## EXERCISE DESCRIPTION
An exact, word-for-word copy of the entries is required, beginning at the line that contains "def main_sweep(args: argparse.Namespace)" and ending at the last line, both included.

## Stored items
= Beginning of Section =
def register_sweep(subparsers) -> argparse.ArgumentParser:
    """Add the ``sweep`` subcommand to an argparse subparsers object."""
    p = subparsers.add_parser("sweep", help="run a sweep of a scenario into one Dataset",
                              description="Run the sweep a scenario declares ([sweep] table), "
                                          "with values given or overridden on the command line.")
    p.add_argument("scenario", help="scenario TOML file")
    p.add_argument("--out", required=True, help="output folder (store in OUT/runs, OUT/sweep.nc)")
    p.add_argument("--grid", action="append", default=[], metavar="KEY=V1,V2,...",
                   help="sweep a key over values (cartesian product); repeatable")
    p.add_argument("--zip", action="append", default=[], metavar="KEY=V1,V2,...",
                   help="zipped values (all --zip lists equally long); repeatable")
    p.add_argument("--repeats", type=int, default=None, help="repeats with derived seeds")
    p.add_argument("--workers", type=int, default=None,
                   help="local worker processes (default: number of cores)")
    p.add_argument("--serial", action="store_true", help="run in this process, one by one")
    p.add_argument("--scheduler", default=None, metavar="ADDRESS",
                   help="address of an existing Dask scheduler, e.g. tcp://host:8786")
    p.add_argument("--backend", default="auto", help="solver backend")
    p.add_argument("--dry-run", action="store_true",
                   help="print the number of runs, estimated time and output size")
    p.add_argument("--plot", default=None, metavar="VARIABLE:X[:HUE[:SITE]]",
                   help="save a figure of VARIABLE against X to OUT/sweep.png")
    p.add_argument("--quiet", action="store_true", help="no progress bar")
    p.set_defaults(func=main_sweep)
    return p


def main_sweep(args: argparse.Namespace) -> int:
    """Run ``cabletree sweep``; returns the exit code (``EXIT_RUNS_FAILED`` if runs failed)."""
    from .scenario import load_scenario
    scenario = load_scenario(args.scenario)
    spec = override_spec(_spec_of(scenario), grid=args.grid, zip=args.zip, repeats=args.repeats)
    engine = "serial" if args.serial else "processes"
    if args.dry_run:
        print(dry_run(scenario, args.out, spec=spec, workers=1 if args.serial else args.workers,
                      backend=args.backend).text(), end="")
        return 0
    report = run_sweep(scenario, args.out, spec=spec, engine=engine, workers=args.workers,
                       scheduler=args.scheduler, backend=args.backend,
                       progress=None if args.quiet else sys.stderr)
    print(f"{report.n_runs} runs: {report.n_computed} computed, {report.n_skipped} already done, "
          f"{len(report.failures)} failed; wrote {report.out_dir / 'sweep.nc'}")
    if args.plot:
        _save_plot(report.dataset, args.plot, report.out_dir / "sweep.png")
    for f in report.failures:
        print(f"FAILED {f.get('parameters')}: {f.get('error_type')}: {f.get('message')}",
              file=sys.stderr)
    return EXIT_RUNS_FAILED if report.failures else 0


def _save_plot(ds: xr.Dataset, text: str, path: Path) -> None:
    parts = text.split(":")
    if len(parts) < 2:
        raise SweepError(f"--plot: expected VARIABLE:X[:HUE[:SITE]], got {text!r}")
    variable, x = parts[:2]
    hue = parts[2] if len(parts) > 2 and parts[2] else None
    site = parts[3] if len(parts) > 3 and parts[3] else None
    for name in (variable, x) + ((hue,) if hue else ()):
        if name not in ds.variables:
            raise SweepError(f"--plot: {name!r} is not in the sweep Dataset; it has "
                             f"{sorted(map(str, ds.variables))}")
    import matplotlib
    matplotlib.use("Agg")
    import matplotlib.pyplot as plt
    fig, ax = plt.subplots(figsize=(5, 3.5))
    plot_sweep_feature(ds, variable, x, site=site, hue=hue, ax=ax)
    fig.tight_layout()
    from .plots import save_figure
    save_figure(fig, path, dpi=150)
    plt.close(fig)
= End of Section =
## YOUR RESPONSE
def main_sweep(args: argparse.Namespace) -> int:
    """Run ``cabletree sweep``; returns the exit code (``EXIT_RUNS_FAILED`` if runs failed)."""
    from .scenario import load_scenario
    scenario = load_scenario(args.scenario)
    spec = override_spec(_spec_of(scenario), grid=args.grid, zip=args.zip, repeats=args.repeats)
    engine = "serial" if args.serial else "processes"
    if args.dry_run:
        print(dry_run(scenario, args.out, spec=spec, workers=1 if args.serial else args.workers,
                      backend=args.backend).text(), end="")
        return 0
    report = run_sweep(scenario, args.out, spec=spec, engine=engine, workers=args.workers,
                       scheduler=args.scheduler, backend=args.backend,
                       progress=None if args.quiet else sys.stderr)
    print(f"{report.n_runs} runs: {report.n_computed} computed, {report.n_skipped} already done, "
          f"{len(report.failures)} failed; wrote {report.out_dir / 'sweep.nc'}")
    if args.plot:
        _save_plot(report.dataset, args.plot, report.out_dir / "sweep.png")
    for f in report.failures:
        print(f"FAILED {f.get('parameters')}: {f.get('error_type')}: {f.get('message')}",
              file=sys.stderr)
    return EXIT_RUNS_FAILED if report.failures else 0


def _save_plot(ds: xr.Dataset, text: str, path: Path) -> None:
    parts = text.split(":")
    if len(parts) < 2:
        raise SweepError(f"--plot: expected VARIABLE:X[:HUE[:SITE]], got {text!r}")
    variable, x = parts[:2]
    hue = parts[2] if len(parts) > 2 and parts[2] else None
    site = parts[3] if len(parts) > 3 and parts[3] else None
    for name in (variable, x) + ((hue,) if hue else ()):
        if name not in ds.variables:
            raise SweepError(f"--plot: {name!r} is not in the sweep Dataset; it has "
                             f"{sorted(map(str, ds.variables))}")
    import matplotlib
    matplotlib.use("Agg")
    import matplotlib.pyplot as plt
    fig, ax = plt.subplots(figsize=(5, 3.5))
    plot_sweep_feature(ds, variable, x, site=site, hue=hue, ax=ax)
    fig.tight_layout()
    from .plots import save_figure
    save_figure(fig, path, dpi=150)
    plt.close(fig)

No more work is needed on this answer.